- Input data -
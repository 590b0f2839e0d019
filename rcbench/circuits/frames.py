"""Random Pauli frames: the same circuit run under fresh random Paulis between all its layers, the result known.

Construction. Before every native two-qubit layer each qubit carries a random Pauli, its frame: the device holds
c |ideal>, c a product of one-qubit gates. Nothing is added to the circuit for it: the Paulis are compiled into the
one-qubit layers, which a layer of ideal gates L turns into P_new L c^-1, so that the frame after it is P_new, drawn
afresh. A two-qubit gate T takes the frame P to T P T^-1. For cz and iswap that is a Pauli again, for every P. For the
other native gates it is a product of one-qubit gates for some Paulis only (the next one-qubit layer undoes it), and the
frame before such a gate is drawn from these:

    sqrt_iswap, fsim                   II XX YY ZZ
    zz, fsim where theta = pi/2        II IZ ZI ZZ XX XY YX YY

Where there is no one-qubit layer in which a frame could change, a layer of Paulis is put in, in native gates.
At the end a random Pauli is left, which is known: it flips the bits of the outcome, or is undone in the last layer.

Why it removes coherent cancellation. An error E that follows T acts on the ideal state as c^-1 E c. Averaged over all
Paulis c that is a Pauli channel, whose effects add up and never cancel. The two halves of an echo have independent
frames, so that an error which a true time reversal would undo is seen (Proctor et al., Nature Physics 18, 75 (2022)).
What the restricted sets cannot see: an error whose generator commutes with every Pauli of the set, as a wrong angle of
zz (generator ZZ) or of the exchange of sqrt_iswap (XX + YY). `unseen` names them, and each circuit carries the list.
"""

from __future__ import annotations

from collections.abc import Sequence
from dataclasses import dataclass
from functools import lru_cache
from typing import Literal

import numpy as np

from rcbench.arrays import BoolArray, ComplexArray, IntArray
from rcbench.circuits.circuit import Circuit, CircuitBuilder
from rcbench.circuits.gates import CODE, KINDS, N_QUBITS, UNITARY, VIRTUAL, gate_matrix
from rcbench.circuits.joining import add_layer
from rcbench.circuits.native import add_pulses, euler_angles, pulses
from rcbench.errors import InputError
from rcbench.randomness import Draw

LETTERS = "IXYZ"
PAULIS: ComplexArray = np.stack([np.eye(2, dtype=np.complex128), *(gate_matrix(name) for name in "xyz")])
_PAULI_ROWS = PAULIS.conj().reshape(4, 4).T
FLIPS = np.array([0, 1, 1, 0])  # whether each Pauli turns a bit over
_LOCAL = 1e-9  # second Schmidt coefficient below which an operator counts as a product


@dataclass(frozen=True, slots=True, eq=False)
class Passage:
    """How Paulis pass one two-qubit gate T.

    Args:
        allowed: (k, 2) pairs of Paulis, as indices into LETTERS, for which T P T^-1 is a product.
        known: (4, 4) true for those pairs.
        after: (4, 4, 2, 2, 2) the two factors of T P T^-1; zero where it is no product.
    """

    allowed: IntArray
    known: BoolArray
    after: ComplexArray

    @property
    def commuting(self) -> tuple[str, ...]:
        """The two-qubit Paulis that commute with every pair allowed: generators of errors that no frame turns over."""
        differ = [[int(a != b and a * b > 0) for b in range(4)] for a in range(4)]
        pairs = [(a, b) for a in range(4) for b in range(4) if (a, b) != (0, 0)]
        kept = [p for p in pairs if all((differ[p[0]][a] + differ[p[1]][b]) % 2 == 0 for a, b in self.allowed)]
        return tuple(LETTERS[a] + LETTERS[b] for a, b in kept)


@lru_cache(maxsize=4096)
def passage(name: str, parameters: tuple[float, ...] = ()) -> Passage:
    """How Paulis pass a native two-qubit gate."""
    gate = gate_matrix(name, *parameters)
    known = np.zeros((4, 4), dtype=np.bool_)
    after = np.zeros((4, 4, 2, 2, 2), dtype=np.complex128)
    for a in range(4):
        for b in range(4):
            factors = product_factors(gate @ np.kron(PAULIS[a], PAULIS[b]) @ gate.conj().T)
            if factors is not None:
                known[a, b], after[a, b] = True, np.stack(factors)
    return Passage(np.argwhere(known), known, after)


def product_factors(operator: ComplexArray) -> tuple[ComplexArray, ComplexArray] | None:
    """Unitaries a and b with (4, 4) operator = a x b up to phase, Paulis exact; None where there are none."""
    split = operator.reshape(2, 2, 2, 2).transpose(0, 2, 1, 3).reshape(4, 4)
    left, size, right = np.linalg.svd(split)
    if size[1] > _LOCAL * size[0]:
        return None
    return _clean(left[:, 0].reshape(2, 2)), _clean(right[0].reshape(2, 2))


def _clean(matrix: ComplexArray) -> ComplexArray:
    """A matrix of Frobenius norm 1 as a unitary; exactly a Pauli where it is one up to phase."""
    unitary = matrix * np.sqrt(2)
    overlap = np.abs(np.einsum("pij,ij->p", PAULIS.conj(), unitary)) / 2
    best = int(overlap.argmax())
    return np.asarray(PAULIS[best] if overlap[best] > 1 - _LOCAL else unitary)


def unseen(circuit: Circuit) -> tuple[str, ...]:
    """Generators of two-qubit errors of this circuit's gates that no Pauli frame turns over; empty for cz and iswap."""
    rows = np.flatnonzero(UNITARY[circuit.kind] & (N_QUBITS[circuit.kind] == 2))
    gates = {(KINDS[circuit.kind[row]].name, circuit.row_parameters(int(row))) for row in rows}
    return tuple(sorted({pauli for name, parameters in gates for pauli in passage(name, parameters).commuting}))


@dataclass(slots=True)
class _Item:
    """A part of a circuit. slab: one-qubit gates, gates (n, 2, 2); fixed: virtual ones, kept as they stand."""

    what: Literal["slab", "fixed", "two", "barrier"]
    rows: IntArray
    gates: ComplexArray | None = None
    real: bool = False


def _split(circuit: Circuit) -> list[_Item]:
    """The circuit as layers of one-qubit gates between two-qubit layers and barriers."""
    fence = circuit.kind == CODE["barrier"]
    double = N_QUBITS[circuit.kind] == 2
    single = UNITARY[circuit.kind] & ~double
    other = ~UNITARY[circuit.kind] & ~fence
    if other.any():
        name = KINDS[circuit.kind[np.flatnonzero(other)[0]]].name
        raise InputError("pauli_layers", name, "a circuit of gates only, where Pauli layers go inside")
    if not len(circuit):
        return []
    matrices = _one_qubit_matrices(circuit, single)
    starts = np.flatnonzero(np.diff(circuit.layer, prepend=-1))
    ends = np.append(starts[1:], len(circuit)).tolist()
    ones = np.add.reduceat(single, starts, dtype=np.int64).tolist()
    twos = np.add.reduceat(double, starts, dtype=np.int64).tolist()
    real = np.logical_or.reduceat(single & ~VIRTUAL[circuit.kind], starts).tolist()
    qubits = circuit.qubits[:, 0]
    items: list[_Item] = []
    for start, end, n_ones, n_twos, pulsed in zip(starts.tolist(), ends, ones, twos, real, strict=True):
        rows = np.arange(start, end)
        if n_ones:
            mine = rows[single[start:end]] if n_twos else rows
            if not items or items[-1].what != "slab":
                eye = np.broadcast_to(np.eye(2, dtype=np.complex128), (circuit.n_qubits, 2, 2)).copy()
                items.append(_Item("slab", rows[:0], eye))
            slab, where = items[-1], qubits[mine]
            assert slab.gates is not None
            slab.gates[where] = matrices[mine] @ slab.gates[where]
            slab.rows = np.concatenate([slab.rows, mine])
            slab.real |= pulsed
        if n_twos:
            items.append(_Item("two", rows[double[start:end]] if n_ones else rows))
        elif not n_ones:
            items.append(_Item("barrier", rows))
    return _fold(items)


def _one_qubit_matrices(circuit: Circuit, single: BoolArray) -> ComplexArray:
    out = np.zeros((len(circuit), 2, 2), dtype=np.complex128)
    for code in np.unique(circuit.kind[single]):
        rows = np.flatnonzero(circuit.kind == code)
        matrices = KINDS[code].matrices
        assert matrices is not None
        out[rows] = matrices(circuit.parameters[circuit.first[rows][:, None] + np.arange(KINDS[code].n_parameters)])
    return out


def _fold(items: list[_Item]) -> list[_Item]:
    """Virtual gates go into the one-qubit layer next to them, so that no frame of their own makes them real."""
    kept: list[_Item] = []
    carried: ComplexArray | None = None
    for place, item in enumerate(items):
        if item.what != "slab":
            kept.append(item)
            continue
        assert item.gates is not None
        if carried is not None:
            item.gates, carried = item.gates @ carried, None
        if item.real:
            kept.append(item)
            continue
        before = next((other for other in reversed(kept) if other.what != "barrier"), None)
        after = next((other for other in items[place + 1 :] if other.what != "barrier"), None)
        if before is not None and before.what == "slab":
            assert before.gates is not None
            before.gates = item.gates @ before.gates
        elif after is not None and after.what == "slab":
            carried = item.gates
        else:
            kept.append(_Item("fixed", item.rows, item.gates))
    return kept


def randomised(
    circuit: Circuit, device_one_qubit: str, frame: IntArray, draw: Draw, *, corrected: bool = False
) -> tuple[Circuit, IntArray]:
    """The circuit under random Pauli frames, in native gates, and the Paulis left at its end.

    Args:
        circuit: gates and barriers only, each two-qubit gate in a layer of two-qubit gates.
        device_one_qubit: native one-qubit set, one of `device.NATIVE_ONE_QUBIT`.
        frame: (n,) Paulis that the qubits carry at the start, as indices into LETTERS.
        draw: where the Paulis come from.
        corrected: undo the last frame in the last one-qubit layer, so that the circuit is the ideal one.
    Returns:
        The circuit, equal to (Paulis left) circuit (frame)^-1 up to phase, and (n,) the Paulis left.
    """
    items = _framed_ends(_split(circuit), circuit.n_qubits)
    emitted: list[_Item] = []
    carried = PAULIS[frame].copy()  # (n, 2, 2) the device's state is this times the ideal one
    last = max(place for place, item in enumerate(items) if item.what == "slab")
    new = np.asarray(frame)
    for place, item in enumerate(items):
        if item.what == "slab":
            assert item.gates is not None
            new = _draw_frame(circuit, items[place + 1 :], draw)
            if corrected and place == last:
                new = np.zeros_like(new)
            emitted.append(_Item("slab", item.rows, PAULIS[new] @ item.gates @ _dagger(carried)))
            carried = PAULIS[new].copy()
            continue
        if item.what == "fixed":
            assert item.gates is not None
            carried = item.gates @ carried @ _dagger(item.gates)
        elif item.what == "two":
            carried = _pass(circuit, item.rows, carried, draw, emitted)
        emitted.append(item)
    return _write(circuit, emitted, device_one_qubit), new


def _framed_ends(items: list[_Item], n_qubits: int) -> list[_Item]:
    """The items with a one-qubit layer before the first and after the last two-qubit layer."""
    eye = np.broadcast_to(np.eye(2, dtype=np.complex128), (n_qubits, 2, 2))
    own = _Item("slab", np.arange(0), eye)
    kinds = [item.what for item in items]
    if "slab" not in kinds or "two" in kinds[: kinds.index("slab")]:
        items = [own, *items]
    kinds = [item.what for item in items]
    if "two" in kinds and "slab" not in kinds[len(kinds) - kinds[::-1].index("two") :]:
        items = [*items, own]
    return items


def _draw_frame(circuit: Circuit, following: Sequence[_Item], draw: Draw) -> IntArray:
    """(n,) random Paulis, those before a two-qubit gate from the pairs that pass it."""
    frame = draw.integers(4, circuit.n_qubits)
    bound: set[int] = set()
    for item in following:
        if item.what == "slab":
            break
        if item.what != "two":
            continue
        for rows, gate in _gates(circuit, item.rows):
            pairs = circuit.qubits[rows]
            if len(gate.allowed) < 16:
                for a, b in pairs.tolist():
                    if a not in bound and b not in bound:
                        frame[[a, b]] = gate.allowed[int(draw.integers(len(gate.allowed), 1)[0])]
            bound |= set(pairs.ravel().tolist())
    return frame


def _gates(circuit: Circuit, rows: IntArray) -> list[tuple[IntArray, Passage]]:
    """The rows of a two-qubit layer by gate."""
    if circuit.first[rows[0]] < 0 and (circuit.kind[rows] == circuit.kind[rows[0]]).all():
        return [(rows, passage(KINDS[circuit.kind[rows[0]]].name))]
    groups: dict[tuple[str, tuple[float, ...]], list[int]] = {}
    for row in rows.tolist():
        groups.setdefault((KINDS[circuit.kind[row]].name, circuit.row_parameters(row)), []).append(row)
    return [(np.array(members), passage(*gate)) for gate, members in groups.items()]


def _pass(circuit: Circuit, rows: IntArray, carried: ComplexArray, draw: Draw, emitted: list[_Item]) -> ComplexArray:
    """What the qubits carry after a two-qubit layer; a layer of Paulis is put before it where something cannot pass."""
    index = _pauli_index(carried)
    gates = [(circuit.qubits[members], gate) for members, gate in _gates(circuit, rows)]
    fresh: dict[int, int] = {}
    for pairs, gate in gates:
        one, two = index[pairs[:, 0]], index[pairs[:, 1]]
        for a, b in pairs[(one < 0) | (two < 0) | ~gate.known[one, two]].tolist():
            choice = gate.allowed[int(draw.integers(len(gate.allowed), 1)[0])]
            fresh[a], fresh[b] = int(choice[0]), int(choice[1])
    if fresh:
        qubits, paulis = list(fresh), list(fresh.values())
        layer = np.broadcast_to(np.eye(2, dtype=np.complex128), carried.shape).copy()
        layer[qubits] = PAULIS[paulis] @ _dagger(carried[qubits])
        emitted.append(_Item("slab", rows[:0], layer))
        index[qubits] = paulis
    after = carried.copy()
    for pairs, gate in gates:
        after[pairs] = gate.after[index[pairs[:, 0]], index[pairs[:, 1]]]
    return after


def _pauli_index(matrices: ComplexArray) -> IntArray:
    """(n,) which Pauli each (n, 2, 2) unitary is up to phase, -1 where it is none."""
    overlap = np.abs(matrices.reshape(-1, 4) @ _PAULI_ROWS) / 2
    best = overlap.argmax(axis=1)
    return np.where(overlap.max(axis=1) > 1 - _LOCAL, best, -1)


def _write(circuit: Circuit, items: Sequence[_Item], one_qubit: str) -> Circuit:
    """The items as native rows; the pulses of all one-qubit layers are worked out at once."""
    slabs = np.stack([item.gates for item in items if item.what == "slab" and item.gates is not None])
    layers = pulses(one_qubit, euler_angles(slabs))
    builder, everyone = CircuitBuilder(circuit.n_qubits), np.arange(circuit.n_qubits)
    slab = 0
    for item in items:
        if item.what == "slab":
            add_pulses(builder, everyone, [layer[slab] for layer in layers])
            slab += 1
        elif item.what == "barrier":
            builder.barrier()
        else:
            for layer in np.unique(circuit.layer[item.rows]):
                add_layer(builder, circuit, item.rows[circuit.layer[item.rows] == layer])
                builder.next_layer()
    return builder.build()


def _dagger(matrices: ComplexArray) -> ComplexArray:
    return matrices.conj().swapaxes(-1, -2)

- Task requirements -
Precisely the lines between those holding "from rcbench.circuits.gates import" and "allowed: (k, 2)", inclusive, are to be reproduced from the listing above, with nothing added.

- Your solution -
from rcbench.circuits.gates import CODE, KINDS, N_QUBITS, UNITARY, VIRTUAL, gate_matrix
from rcbench.circuits.joining import add_layer
from rcbench.circuits.native import add_pulses, euler_angles, pulses
from rcbench.errors import InputError
from rcbench.randomness import Draw

LETTERS = "IXYZ"
PAULIS: ComplexArray = np.stack([np.eye(2, dtype=np.complex128), *(gate_matrix(name) for name in "xyz")])
_PAULI_ROWS = PAULIS.conj().reshape(4, 4).T
FLIPS = np.array([0, 1, 1, 0])  # whether each Pauli turns a bit over
_LOCAL = 1e-9  # second Schmidt coefficient below which an operator counts as a product


@dataclass(frozen=True, slots=True, eq=False)
class Passage:
    """How Paulis pass one two-qubit gate T.

    Args:
        allowed: (k, 2) pairs of Paulis, as indices into LETTERS, for which T P T^-1 is a product.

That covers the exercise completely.